Collected data
····················
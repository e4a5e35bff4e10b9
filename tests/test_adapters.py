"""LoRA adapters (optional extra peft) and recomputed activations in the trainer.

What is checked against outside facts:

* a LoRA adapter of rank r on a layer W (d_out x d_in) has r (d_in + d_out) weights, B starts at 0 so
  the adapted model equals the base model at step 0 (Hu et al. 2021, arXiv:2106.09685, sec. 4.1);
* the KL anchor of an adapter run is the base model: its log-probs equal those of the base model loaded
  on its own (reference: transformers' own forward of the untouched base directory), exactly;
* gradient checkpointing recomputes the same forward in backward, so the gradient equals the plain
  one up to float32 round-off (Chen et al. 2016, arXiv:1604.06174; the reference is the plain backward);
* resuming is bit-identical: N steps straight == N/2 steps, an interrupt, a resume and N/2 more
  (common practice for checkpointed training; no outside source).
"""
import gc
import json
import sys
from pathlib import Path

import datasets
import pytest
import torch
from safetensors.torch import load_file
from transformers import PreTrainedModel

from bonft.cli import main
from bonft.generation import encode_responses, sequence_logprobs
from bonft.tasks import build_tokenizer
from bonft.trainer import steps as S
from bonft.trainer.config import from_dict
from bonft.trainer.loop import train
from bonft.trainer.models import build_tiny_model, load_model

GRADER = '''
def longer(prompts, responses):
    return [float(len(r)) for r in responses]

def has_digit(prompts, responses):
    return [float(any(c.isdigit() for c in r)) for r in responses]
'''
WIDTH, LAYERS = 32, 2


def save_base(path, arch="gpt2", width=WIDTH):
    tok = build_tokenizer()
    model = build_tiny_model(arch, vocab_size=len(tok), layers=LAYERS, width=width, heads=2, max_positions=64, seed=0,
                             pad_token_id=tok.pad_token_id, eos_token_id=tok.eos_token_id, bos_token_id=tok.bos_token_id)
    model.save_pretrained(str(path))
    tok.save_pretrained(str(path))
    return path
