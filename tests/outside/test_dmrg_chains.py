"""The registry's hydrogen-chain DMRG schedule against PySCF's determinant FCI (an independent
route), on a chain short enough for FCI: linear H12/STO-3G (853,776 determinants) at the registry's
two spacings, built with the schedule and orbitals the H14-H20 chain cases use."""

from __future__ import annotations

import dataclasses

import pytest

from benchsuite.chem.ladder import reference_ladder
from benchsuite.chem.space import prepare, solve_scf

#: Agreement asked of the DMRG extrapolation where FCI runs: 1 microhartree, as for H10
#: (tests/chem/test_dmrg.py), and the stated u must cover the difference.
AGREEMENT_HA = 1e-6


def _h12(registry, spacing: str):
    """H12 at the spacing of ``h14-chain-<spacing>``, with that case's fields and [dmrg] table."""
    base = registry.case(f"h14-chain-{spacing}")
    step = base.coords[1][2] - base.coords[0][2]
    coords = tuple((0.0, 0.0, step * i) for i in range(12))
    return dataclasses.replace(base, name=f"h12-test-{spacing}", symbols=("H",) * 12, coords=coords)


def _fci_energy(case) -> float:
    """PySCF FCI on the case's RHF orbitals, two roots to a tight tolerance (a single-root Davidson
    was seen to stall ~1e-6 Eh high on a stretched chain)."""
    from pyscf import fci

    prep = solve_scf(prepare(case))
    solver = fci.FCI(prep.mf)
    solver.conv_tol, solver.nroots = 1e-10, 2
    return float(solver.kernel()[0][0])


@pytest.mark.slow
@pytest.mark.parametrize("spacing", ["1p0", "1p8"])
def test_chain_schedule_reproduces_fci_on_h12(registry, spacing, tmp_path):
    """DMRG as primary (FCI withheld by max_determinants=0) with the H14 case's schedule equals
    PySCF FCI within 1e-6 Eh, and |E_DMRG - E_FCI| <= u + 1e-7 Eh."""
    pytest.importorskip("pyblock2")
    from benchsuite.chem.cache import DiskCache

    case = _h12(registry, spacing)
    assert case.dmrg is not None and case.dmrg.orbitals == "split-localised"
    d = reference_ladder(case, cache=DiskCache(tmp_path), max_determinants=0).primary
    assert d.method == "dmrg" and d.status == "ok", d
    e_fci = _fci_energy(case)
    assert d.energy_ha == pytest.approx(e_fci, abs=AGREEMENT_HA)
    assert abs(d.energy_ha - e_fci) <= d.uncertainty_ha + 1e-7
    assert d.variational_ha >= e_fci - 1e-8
····················
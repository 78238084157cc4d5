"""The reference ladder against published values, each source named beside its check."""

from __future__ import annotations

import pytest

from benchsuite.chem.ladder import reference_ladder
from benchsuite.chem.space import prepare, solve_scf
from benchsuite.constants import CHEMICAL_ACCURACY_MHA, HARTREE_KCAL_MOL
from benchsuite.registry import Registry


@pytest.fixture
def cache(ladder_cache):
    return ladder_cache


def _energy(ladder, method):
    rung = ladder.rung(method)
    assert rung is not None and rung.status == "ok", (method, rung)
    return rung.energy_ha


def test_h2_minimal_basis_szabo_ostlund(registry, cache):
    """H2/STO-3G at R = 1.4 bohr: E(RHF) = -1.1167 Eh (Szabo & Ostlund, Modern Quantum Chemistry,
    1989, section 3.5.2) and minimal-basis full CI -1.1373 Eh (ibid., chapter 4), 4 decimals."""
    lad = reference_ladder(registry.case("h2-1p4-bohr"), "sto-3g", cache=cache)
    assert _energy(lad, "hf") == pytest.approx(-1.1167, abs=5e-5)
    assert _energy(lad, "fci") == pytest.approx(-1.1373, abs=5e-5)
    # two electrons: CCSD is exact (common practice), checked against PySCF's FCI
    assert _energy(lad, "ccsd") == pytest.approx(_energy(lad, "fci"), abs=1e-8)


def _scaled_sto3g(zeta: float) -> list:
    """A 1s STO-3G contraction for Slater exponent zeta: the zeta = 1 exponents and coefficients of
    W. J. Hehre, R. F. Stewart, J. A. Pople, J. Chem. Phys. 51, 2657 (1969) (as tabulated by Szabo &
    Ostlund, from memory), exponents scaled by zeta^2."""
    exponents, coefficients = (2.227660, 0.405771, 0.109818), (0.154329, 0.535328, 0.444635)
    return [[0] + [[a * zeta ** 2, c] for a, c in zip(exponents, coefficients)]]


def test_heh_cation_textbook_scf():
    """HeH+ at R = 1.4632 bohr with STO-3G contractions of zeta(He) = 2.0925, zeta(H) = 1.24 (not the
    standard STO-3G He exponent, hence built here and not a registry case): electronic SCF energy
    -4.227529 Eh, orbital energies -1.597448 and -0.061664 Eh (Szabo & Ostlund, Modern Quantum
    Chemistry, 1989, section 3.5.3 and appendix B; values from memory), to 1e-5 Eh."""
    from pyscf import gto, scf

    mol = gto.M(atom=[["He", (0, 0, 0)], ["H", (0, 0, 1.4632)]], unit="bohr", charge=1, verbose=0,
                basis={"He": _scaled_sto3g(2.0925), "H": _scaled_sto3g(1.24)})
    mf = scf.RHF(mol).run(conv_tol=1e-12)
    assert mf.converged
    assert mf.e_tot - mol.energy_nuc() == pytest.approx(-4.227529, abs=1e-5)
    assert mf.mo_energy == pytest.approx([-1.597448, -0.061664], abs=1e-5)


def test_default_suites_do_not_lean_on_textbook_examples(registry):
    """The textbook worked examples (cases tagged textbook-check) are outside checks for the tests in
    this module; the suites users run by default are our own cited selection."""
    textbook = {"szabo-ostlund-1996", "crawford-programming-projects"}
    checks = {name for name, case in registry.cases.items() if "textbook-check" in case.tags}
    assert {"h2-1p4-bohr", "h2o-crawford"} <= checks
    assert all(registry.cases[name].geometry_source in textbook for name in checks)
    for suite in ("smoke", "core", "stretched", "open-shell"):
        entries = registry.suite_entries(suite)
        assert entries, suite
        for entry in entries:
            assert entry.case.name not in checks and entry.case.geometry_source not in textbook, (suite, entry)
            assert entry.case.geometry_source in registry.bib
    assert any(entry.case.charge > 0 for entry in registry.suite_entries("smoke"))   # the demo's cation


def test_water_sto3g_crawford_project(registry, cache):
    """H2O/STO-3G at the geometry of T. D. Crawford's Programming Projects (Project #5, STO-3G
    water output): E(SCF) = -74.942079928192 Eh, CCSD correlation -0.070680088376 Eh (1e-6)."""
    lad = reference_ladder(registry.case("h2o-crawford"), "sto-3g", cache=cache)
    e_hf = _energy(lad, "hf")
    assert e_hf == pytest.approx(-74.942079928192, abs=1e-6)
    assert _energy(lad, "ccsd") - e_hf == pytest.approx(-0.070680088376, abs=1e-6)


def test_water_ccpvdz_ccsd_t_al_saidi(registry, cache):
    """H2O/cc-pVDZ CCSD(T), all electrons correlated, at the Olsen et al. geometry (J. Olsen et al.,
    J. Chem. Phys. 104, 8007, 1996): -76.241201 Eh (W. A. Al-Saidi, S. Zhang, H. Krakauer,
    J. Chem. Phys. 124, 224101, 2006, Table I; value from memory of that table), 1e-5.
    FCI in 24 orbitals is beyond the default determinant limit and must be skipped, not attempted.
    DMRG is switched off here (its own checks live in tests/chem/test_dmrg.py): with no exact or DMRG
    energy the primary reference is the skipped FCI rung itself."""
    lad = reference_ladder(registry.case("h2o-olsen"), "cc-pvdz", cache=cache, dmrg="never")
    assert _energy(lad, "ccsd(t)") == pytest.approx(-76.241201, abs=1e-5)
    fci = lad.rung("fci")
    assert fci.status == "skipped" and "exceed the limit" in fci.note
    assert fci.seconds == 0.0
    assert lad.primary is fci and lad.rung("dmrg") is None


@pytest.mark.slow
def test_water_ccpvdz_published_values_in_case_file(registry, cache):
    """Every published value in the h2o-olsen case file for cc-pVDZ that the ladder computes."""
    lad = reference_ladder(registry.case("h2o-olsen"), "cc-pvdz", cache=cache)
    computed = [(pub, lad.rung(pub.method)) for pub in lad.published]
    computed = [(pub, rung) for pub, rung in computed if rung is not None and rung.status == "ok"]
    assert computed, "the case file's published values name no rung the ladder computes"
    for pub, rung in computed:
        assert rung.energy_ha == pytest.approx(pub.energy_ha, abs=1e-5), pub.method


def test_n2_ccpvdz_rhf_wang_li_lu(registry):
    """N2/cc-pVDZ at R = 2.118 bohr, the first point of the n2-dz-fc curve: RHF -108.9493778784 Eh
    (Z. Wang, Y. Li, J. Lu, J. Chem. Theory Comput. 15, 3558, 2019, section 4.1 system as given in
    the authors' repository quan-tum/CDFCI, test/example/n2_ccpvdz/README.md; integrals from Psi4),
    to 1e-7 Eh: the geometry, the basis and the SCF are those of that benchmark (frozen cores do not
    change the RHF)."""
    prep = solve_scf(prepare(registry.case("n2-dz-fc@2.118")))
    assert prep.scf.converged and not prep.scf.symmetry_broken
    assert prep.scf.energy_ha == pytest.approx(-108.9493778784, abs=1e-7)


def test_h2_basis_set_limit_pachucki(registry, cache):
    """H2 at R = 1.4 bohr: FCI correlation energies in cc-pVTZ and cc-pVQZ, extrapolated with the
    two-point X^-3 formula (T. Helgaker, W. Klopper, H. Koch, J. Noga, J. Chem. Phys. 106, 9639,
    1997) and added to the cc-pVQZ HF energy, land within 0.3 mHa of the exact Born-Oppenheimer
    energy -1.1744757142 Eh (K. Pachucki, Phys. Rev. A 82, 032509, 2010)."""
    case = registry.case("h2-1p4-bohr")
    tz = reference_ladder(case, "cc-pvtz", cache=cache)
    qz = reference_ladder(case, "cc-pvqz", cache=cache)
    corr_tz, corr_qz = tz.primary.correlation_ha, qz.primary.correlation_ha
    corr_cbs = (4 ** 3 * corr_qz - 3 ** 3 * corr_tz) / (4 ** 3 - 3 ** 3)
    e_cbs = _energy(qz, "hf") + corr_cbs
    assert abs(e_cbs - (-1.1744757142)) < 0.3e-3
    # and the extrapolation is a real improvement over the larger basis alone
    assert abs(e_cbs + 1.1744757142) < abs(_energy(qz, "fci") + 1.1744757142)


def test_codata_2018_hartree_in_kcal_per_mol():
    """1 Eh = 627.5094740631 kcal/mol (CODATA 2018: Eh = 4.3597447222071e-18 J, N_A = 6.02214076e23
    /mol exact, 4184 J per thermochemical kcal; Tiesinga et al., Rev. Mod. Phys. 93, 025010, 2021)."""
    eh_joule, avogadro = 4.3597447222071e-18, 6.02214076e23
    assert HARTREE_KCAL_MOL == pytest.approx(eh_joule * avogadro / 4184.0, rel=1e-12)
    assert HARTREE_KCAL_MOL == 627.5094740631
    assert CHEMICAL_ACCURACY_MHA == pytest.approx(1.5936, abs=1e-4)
····················
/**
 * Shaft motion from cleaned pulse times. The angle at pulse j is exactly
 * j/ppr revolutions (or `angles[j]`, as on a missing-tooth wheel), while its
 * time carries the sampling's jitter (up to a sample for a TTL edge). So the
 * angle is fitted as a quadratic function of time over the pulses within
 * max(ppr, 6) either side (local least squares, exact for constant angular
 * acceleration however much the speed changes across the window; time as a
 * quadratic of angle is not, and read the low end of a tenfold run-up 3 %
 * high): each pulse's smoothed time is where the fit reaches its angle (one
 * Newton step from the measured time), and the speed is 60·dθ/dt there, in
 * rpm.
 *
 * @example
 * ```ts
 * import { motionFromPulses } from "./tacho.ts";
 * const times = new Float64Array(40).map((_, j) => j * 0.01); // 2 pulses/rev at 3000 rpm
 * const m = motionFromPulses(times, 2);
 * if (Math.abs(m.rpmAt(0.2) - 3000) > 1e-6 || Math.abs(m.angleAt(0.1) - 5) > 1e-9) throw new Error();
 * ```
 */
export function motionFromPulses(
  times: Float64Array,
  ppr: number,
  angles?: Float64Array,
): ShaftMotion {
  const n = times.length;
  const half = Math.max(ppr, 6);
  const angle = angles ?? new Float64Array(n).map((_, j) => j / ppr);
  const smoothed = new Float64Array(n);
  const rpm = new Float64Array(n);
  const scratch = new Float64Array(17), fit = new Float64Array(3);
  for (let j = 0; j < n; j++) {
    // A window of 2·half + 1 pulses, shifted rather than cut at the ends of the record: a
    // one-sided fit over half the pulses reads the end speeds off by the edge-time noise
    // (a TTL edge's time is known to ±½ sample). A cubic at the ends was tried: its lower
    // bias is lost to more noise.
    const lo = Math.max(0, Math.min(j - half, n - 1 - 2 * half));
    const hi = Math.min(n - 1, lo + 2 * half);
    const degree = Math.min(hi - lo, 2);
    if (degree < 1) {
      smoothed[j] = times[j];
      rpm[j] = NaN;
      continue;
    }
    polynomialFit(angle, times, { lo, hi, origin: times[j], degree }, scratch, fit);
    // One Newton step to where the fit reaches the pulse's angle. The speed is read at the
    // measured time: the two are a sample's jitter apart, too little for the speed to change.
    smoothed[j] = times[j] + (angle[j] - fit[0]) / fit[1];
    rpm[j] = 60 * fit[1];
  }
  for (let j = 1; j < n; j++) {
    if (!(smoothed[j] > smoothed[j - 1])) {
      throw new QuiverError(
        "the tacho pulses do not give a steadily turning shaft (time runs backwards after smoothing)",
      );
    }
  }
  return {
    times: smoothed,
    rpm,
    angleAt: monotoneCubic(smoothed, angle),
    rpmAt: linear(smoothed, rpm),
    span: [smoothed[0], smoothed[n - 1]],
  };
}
····················
• _The problem_
Begin with the line above that has "repository e4a5e35bff4e10b9" and continue through the line that has "from bonft.trainer.config import from_dict", setting each one down exactly. Stop there.

• _Answer section_
repository e4a5e35bff4e10b9
filename tests/test_adapters.py
"""LoRA adapters (optional extra peft) and recomputed activations in the trainer.

What is checked against outside facts:

* a LoRA adapter of rank r on a layer W (d_out x d_in) has r (d_in + d_out) weights, B starts at 0 so
  the adapted model equals the base model at step 0 (Hu et al. 2021, arXiv:2106.09685, sec. 4.1);
* the KL anchor of an adapter run is the base model: its log-probs equal those of the base model loaded
  on its own (reference: transformers' own forward of the untouched base directory), exactly;
* gradient checkpointing recomputes the same forward in backward, so the gradient equals the plain
  one up to float32 round-off (Chen et al. 2016, arXiv:1604.06174; the reference is the plain backward);
* resuming is bit-identical: N steps straight == N/2 steps, an interrupt, a resume and N/2 more
  (common practice for checkpointed training; no outside source).
"""
import gc
import json
import sys
from pathlib import Path

import datasets
import pytest
import torch
from safetensors.torch import load_file
from transformers import PreTrainedModel

from bonft.cli import main
from bonft.generation import encode_responses, sequence_logprobs
from bonft.tasks import build_tokenizer
from bonft.trainer import steps as S
from bonft.trainer.config import from_dict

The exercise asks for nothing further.